We rubbed ourselves dry, hung our trousers over the backs of chairs and sat down at his desk by the window, looking out on the dripping trees. We rolled a marble back and forth over his desktop for a while. He showed me his books. Quite a lot of them were about natural history, which I wasn’t too keen on. He played me his records. A din, to my ears.

He straightened his bedcover and lay down on top, folded his arms behind his head, got up again and handed me a pair of his trousers to put on. He folded the bottoms up over my ankles so I wouldn’t trip.

Then came that strange moment, when he’d gone to the lavatory and his mother came up the stairs with a laundry basket and paused on the landing, said hello, asked who I was and looked me up and down for a very long time.

I lowered my eyes, studied the bookcase and stared at my fingers.

When I raised my eyes again she was halfway down the corridor. As she turned into another room I heard her say, “Katrien, if you aren’t practising, you’d better close the lid. Or the keys will just gather dust.” Someone started banging on a piano.

“Is your friend staying for supper?” she asked when we came downstairs.

“You staying for lunch?” Willem echoed, as if I hadn’t understood what she’d said.

“Dunno… I expect they’ll be wondering where I’ve got to, back home.”

“Well, we can give them a bell,” she said. “What’s your number?”
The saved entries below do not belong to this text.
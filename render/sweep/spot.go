package sweep

import (
	"context"
	"errors"
	"fmt"
	"io"
	"strings"
	"sync"

	"kerrscope/render/maps"
	"kerrscope/render/outputs"
	"kerrscope/render/spot"
	"kerrscope/scene"
)

// SpotTime is the key of the axis of a hot-spot movie (NewSpotPlan): the
// observer time t_obs in M of each frame.
const SpotTime = "spot.time"

// spotMovie is what a plan of a hot-spot movie shares between its frames:
// the screen, traced once (spot.Trace) when the first frame or the scales
// need it, and sampled at every frame time.
type spotMovie struct {
	sp    scene.SpotEmission
	times []float64

	mu     sync.Mutex
	movie  *spot.Movie
	traces int // number of traces made, for the tests
}

// NewSpotPlan returns the plan of the movie of the scene's orbiting spot
// (scene.ResolveSpot): one frame per observer time of spot.FrameTimes,
// on the axis SpotTime from 0 to the last frame time. Every frame shares
// one trace of the screen. Of the scales only the intensity maximum may
// be fixed; by default it is the brightest pixel of any frame. Frame k
// is spot-frame-NNNN.png, byte for byte the file spot.Run writes.
func NewSpotPlan(base scene.Scene, fixed maps.Scales) (*Plan, error) {
	_, _, _, a, err := spotAxis(base)
	if err != nil {
		return nil, err
	}
	return NewPlan(base, []Axis{a}, fixed)
}

// spotAxis resolves the scene and its spot and returns the frame times
// and the SpotTime axis through them.
func spotAxis(base scene.Scene) (scene.Resolved, scene.SpotEmission, []float64, Axis, error) {
	r, err := base.Resolve()
	if err != nil {
		return r, scene.SpotEmission{}, nil, Axis{}, err
	}
	sp, err := scene.ResolveSpot(r)
	if err != nil {
		return r, sp, nil, Axis{}, err
	}
	times := spot.FrameTimes(r, sp)
	return r, sp, times, Axis{Key: SpotTime, From: 0, To: times[len(times)-1], Count: len(times), Spacing: Linear}, nil
}

// newSpotPlan is NewPlan for an axis SpotTime, which must be the axis
// NewSpotPlan makes for the scene.
func newSpotPlan(base scene.Scene, axes []Axis, fixed maps.Scales) (*Plan, error) {
	if strings.TrimSpace(base.Output.Directory) == "" {
		return nil, errors.New("output.directory is empty")
	}
	if len(axes) != 1 {
		return nil, fmt.Errorf("%s is swept alone: every frame of a spot movie shares one traced screen", SpotTime)
	}
	if fixed.GMin != 0 || fixed.GMax != 0 || fixed.IDecades != 0 || fixed.RMin != 0 || fixed.RMax != 0 || fixed.FluxMax != 0 {
		return nil, errors.New("a spot movie has one colour scale, the intensity maximum; the other scales cannot be fixed")
	}
	r, sp, times, want, err := spotAxis(base)
	if err != nil {
		return nil, err
	}
	// The GIF of the merge holds every frame.
	if n := int64(r.Spot.Frames) * int64(r.Screen.Width) * int64(r.Screen.Height); n > spot.MaxMovieBytes {
		return nil, fmt.Errorf("spot.frames = %d of %d×%d pixels: %d MB of frames, more than the %d MB a movie may hold; use fewer frames or pixels",
			r.Spot.Frames, r.Screen.Width, r.Screen.Height, n>>20, spot.MaxMovieBytes>>20)
	}
	if axes[0] != want {
		return nil, fmt.Errorf("%s: axis %s is not the scene's (%s, from spot.frames = %d and spot.periods = %g)",
			SpotTime, axes[0], want, r.Spot.Frames, r.Spot.Periods)
	}
	p := &Plan{Base: base, Axes: []Axis{want}, Fixed: fixed, spot: &spotMovie{sp: sp, times: times}}
	for k, t := range times {
		p.Points = append(p.Points, Point{Index: k, Values: []float64{t}, Scene: r})
	}
	return p, nil
}

// movie returns the plan's movie with the intensity maximum imax (0: the
// brightest pixel of any frame), tracing the screen the first time.
func (p *Plan) movie(ctx context.Context, imax float64) (*spot.Movie, error) {
	s := p.spot
	s.mu.Lock()
	defer s.mu.Unlock()
	if s.movie == nil {
		tb, err := spot.Trace(ctx, p.Points[0].Scene, s.sp, nil)
		if err != nil {
			return nil, err
		}
		s.traces++
		mv := tb.MovieAt(ctx, s.times)
		if err := ctx.Err(); err != nil {
			return nil, err
		}
		s.movie = mv
	}
	mv := *s.movie
	if imax != 0 {
		mv.IMax = imax
	}
	return &mv, nil
}

// spotScales completes the fixed scales of a spot movie: the intensity
// maximum, by default the brightest pixel of any frame.
func (p *Plan) spotScales(ctx context.Context) (maps.Scales, error) {
	mv, err := p.movie(ctx, p.Fixed.IMax)
	if err != nil {
		return maps.Scales{}, err
	}
	return maps.Scales{IMax: mv.IMax}, nil
}

// spotFrameName returns the file name of frame k of a spot movie.
func (p *Plan) spotFrameName(k int) string {
	return fmt.Sprintf("spot-frame-%0*d.png", p.digits(), k)
}

// writeSpotFrame samples frame pt of a spot movie and commits it.
func (p *Plan) writeSpotFrame(ctx context.Context, lk *outputs.DirLock, pt Point, sc maps.Scales) ([]fileRecord, error) {
	mv, err := p.movie(ctx, sc.IMax)
	if err != nil {
		return nil, err
	}
	return p.commitFrame(ctx, lk, pt.Index, func(put outputs.Put) error {
		return put(p.spotFrameName(pt.Index), func(w io.Writer) error { return mv.WriteFrame(pt.Index, w) })
	})
}

// mergeSpot writes what a spot movie makes of all its frames, through
// out: the GIF, the light curve, the centroid track, the line profile
// against time and spot.toml (spot.Movie.WriteFiles), and the frame
// table.
func (p *Plan) mergeSpot(ctx context.Context, out *outputs.Outputs, sc maps.Scales, program string) error {
	mv, err := p.movie(ctx, sc.IMax)
	if err != nil {
		return err
	}
	if err := mv.WriteFiles(out.Write, strings.TrimSpace(strings.TrimPrefix(program, "kerrscope")), false); err != nil {
		return err
	}
	return out.Write("sweep-frames.csv", p.writeTable)
}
She addressed my mother with the words, “Good afternoon, this is Willem’s mother. We’ve saved someone from drowning here.”
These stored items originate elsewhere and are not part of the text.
// Package sweep renders one scene over a range of one or two numeric scene
// values (spin, inclination, emissivity index, ...) into numbered frame
// files that share one set of colour scales, one field of view and one
// figure layout. A sweep is resumable (a manifest records every finished
// frame with the SHA-256 of its files), can be split across processes
// (each shard renders the frames with index ≡ K−1 mod N and keeps its own
// manifest), and is merged into animated GIFs, a plot of all spectra and
// a table of the frames.
package sweep

import (
	"fmt"
	"math"
	"math/big"
	"strconv"
	"strings"

	"kerrscope/scene"
)

// Spacing is how an axis spreads its values between its two ends.
type Spacing string

// The spacings of an axis.
const (
	// Linear spaces the values evenly.
	Linear Spacing = "linear"
	// Log spaces the logarithms of the values evenly; both ends must be
	// positive.
	Log Spacing = "log"
	// Log1m spaces the logarithms of 1 − v evenly, so that values crowd
	// towards 1 (spins approaching the extremal a = 1); both ends must be
	// below 1.
	Log1m Spacing = "log1m"
)

// Limits on the size of a sweep.
const (
	// MaxAxes is the number of values one sweep may vary together.
	MaxAxes = 2
	// MaxFrames bounds the frames of a sweep (the product of the counts).
	MaxFrames = 10000
)

// Axis is one swept scene value: Count values from From to To (both
// included) with the given spacing. Key is the scene key, as listed by
// scene.Fields (e.g. "black_hole.spin").
type Axis struct {
	Key     string  `json:"key"`
	From    float64 `json:"from"`
	To      float64 `json:"to"`
	Count   int     `json:"count"`
	Spacing Spacing `json:"spacing"`
}

// fixedKeys are numeric scene values a sweep may not vary: the screen
// (every frame shares one window and layout) and the energy ranges of
// the spectrum and of the continuum (every spectrum shares one energy
// axis).
var fixedKeys = map[string]string{
	"screen.field_of_view":    "every frame of a sweep shares one field of view",
	"screen.center_alpha":     "every frame of a sweep shares one window",
	"screen.center_beta":      "every frame of a sweep shares one window",
	"spectrum.energy_min_kev": "every spectrum of a sweep shares one energy range",
	"spectrum.energy_max_kev": "every spectrum of a sweep shares one energy range",
	"thermal.energy_min_kev":  "every continuum of a sweep shares one energy range",
	"thermal.energy_max_kev":  "every continuum of a sweep shares one energy range",
}

// numericField returns the scene field named by a flag name ("spin") or
// a scene key ("black_hole.spin") if a sweep can vary it: it must take a
// real number and must not be one of the values all frames share. The
// weight and energy of line N of a line list are named
// "lines.N.weight" and "lines.N.energy_kev" (scene.LineField).
func numericField(name string) (scene.Field, error) {
	if f, ok := scene.LineField(name); ok {
		return f, nil
	}
	for _, f := range scene.Fields() {
		if f.Flag != name && f.Key != name {
			continue
		}
		probe := scene.Default()
		if f.Bool || f.Set(&probe, "0.5") != nil || f.Set(&probe, "not-a-number") == nil {
			return f, fmt.Errorf("%s does not take a real number, so it cannot be swept", f.Key)
		}
		if why, ok := fixedKeys[f.Key]; ok {
			return f, fmt.Errorf("%s cannot be swept: %s", f.Key, why)
		}
		return f, nil
	}
	var names []string
	for _, f := range scene.Fields() {
		probe := scene.Default()
		if _, fixed := fixedKeys[f.Key]; !fixed && !f.Bool && f.Set(&probe, "0.5") == nil && f.Set(&probe, "not-a-number") != nil {
			names = append(names, f.Flag)
		}
	}
	names = append(names, "lines.N.weight", "lines.N.energy_kev")
	return scene.Field{}, fmt.Errorf("unknown scene value %q (sweepable: %s)", name, strings.Join(names, ", "))
}

// ParseAxis reads an axis written KEY=FROM:TO:COUNT[:SPACING], e.g.
// "spin=0.5:0.999999:60:log1m" or "observer.inclination_deg=20:80:4".
// KEY is a flag name or a scene key; SPACING is linear (the default),
// log or log1m. The axis is validated (see Validate).
func ParseAxis(spec string) (Axis, error) {
	key, rest, ok := strings.Cut(spec, "=")
	if !ok {
		return Axis{}, fmt.Errorf("want KEY=FROM:TO:COUNT[:SPACING], e.g. spin=0.5:0.999999:60:log1m")
	}
	f, err := numericField(strings.TrimSpace(key))
	if err != nil {
		return Axis{}, err
	}
	parts := strings.Split(rest, ":")
	if len(parts) < 3 || len(parts) > 4 {
		return Axis{}, fmt.Errorf("%s: want FROM:TO:COUNT[:SPACING] after the =, got %q", f.Key, rest)
	}
	a := Axis{Key: f.Key, Spacing: Linear}
	for i, p := range []*float64{&a.From, &a.To} {
		v, err := strconv.ParseFloat(strings.TrimSpace(parts[i]), 64)
		if err != nil || math.IsNaN(v) || math.IsInf(v, 0) {
			return Axis{}, fmt.Errorf("%s: %q is not a finite number", f.Key, parts[i])
		}
		*p = v
	}
	n, err := strconv.Atoi(strings.TrimSpace(parts[2]))
	if err != nil {
		return Axis{}, fmt.Errorf("%s: count %q is not a whole number", f.Key, parts[2])
	}
	a.Count = n
	if len(parts) == 4 {
		a.Spacing = Spacing(strings.TrimSpace(parts[3]))
	}
	return a, a.Validate()
}

// String returns the axis in the form ParseAxis reads.
func (a Axis) String() string {
	g := func(v float64) string { return strconv.FormatFloat(v, 'g', -1, 64) }
	return fmt.Sprintf("%s=%s:%s:%d:%s", a.Key, g(a.From), g(a.To), a.Count, a.Spacing)
}

// Validate checks that the axis names a sweepable value, has a count from
// 1 to MaxFrames, finite distinct ends (equal ends exactly when the count
// is 1) and ends that its spacing allows.
func (a Axis) Validate() error {
	if a.Key != SpotTime { // observer time, made by NewSpotPlan
		if _, err := numericField(a.Key); err != nil {
			return err
		}
	}
	if a.Count < 1 || a.Count > MaxFrames {
		return fmt.Errorf("%s: count %d must be between 1 and %d", a.Key, a.Count, MaxFrames)
	}
	for _, v := range []float64{a.From, a.To} {
		if math.IsNaN(v) || math.IsInf(v, 0) {
			return fmt.Errorf("%s: ends %v, %v must be finite", a.Key, a.From, a.To)
		}
	}
	switch {
	case a.Count == 1 && a.From != a.To:
		return fmt.Errorf("%s: a count of 1 needs FROM = TO (got %v and %v)", a.Key, a.From, a.To)
	case a.Count > 1 && a.From == a.To:
		return fmt.Errorf("%s: FROM and TO are both %v; give a count of 1 for a single value", a.Key, a.From)
	}
	switch a.Spacing {
	case Linear:
	case Log:
		if !(a.From > 0 && a.To > 0) {
			return fmt.Errorf("%s: log spacing needs positive ends (got %v and %v)", a.Key, a.From, a.To)
		}
	case Log1m:
		if !(a.From < 1 && a.To < 1) {
			return fmt.Errorf("%s: log1m spacing (1 − v log-spaced) needs both ends below 1 (got %v and %v)", a.Key, a.From, a.To)
		}
	default:
		return fmt.Errorf("%s: unknown spacing %q (want linear, log or log1m)", a.Key, a.Spacing)
	}
	return nil
}

// Values returns the Count values of the axis, From first and To last
// exactly, strictly monotonic, spaced by Spacing. A log1m axis keeps
// every value below 1.
func (a Axis) Values() ([]float64, error) {
	if err := a.Validate(); err != nil {
		return nil, err
	}
	n := a.Count
	out := make([]float64, n)
	if n == 1 {
		out[0] = a.From
		return out, nil
	}
	// The position of value k is t = k/(n−1); a spacing maps the ends to
	// u0, u1 and back by inv.
	var u0, u1 float64
	inv := func(u float64) float64 { return u }
	switch a.Spacing {
	case Linear:
		u0, u1 = a.From, a.To
	case Log: // in log10, so that ends on decades give round values between
		u0, u1 = math.Log10(a.From), math.Log10(a.To)
		inv = func(u float64) float64 { return math.Pow(10, u) }
	case Log1m:
		u0, u1 = math.Log10(oneMinus(a.From)), math.Log10(oneMinus(a.To))
		inv = func(u float64) float64 { return 1 - math.Pow(10, u) }
	}
	for k := range out {
		t := float64(k) / float64(n-1)
		out[k] = inv(u0 + (u1-u0)*t)
	}
	out[0], out[n-1] = a.From, a.To
	for k := 1; k < n; k++ {
		if (a.To > a.From && !(out[k] > out[k-1])) || (a.To < a.From && !(out[k] < out[k-1])) {
			return nil, fmt.Errorf("%s: %d values from %v to %v are too close to tell apart in floating point", a.Key, n, a.From, a.To)
		}
	}
	return out, nil
}

// Position returns where v lies along the axis in its own spacing: 0 at
// From, 1 at To, linear in v, log v or log(1 − v). It is what colour-codes
// the frames of the axis.
func (a Axis) Position(v float64) float64 {
	if a.Count == 1 || a.From == a.To {
		return 0.5
	}
	switch a.Spacing {
	case Log:
		return (math.Log(v) - math.Log(a.From)) / (math.Log(a.To) - math.Log(a.From))
	case Log1m:
		return (math.Log(oneMinus(v)) - math.Log(oneMinus(a.From))) / (math.Log(oneMinus(a.To)) - math.Log(oneMinus(a.From)))
	}
	return (v - a.From) / (a.To - a.From)
}

// ticks returns round values within the axis range for a colour bar: the
// two ends plus 1-2-5 steps (linear), powers of ten (log) or 1 − 10⁻ᵏ
// (log1m) that lie clear of the ends and of each other.
func (a Axis) ticks() []float64 {
	lo, hi := math.Min(a.From, a.To), math.Max(a.From, a.To)
	var cands []float64
	switch a.Spacing {
	case Linear:
		step := niceStep((hi - lo) / 5)
		for k := math.Ceil(lo / step); k*step <= hi; k++ {
			cands = append(cands, roundTo(k*step, step))
		}
	case Log:
		for d := math.Ceil(math.Log10(lo)); d <= math.Floor(math.Log10(hi)); d++ {
			cands = append(cands, math.Pow(10, d))
		}
	case Log1m:
		for d := math.Ceil(-math.Log10(1 - lo)); d <= math.Floor(-math.Log10(1-hi)); d++ {
			cands = append(cands, 1-math.Pow(10, -d))
		}
	}
	out := []float64{a.From, a.To}
	for _, v := range cands {
		ok := v >= lo && v <= hi
		for _, w := range out {
			ok = ok && math.Abs(a.Position(v)-a.Position(w)) >= 0.08
		}
		if ok && len(out) < 8 {
			out = append(out, v)
		}
	}
	return out
}

// niceStep returns a 1, 2 or 5 times a power of ten near x > 0.
func niceStep(x float64) float64 {
	if !(x > 0) {
		return 1
	}
	p := math.Pow(10, math.Floor(math.Log10(x)))
	for _, m := range []float64{1, 2, 5} {
		if m*p >= x {
			return m * p
		}
	}
	return 10 * p
}

// roundTo removes the floating-point noise of k·step.
func roundTo(v, step float64) float64 {
	digits := max(0, int(-math.Floor(math.Log10(step)))+1)
	r, _ := strconv.ParseFloat(strconv.FormatFloat(v, 'f', digits, 64), 64)
	return r
}

// oneMinus returns 1 − v computed from v's shortest decimal form, so that
// an end written 0.999999 gives 1 − v = 1e-6 rather than the 1.0000000000287557e-06
// of float64 subtraction, and values between ends on decades come out
// round (0.99, 0.999, ...).
func oneMinus(v float64) float64 {
	r, ok := new(big.Rat).SetString(formatValue(v))
	if !ok {
		return 1 - v
	}
	f, _ := r.Sub(big.NewRat(1, 1), r).Float64()
	return f
}

// formatValue writes a swept value exactly (shortest round-trip form).
func formatValue(v float64) string { return strconv.FormatFloat(v, 'g', -1, 64) }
I knew my mother wouldn’t have a clue what she meant. I could hear her halting voice from where I was standing, offering apologies, hoping that I was not causing any trouble.

“He’s drenched to the skin, you know. His clothes are drying upstairs.”

I had to be home by five o’clock.

*

Willem’s house breathed. It soaked up daylight through all its vast windows. It sprawled on to the lawn and looked at the trees. Inside, there were long sofas upholstered in leather and low wall cabinets with large paintings hanging above them, oblongs of evenly coloured mist. Out in the garden the roly-poly statue danced in the rain.

His father came down another staircase from his office. He shook hands with me. The table was laid for five.

“Enjoy your meal, children,” he said, spreading his linen napkin on his lap.

They spoke in a posh accent, with the kind of ease that would have had my father fumbling desperately in his pockets. I couldn’t bear the thought of them dropping me off at home, as Willem’s mother had suggested.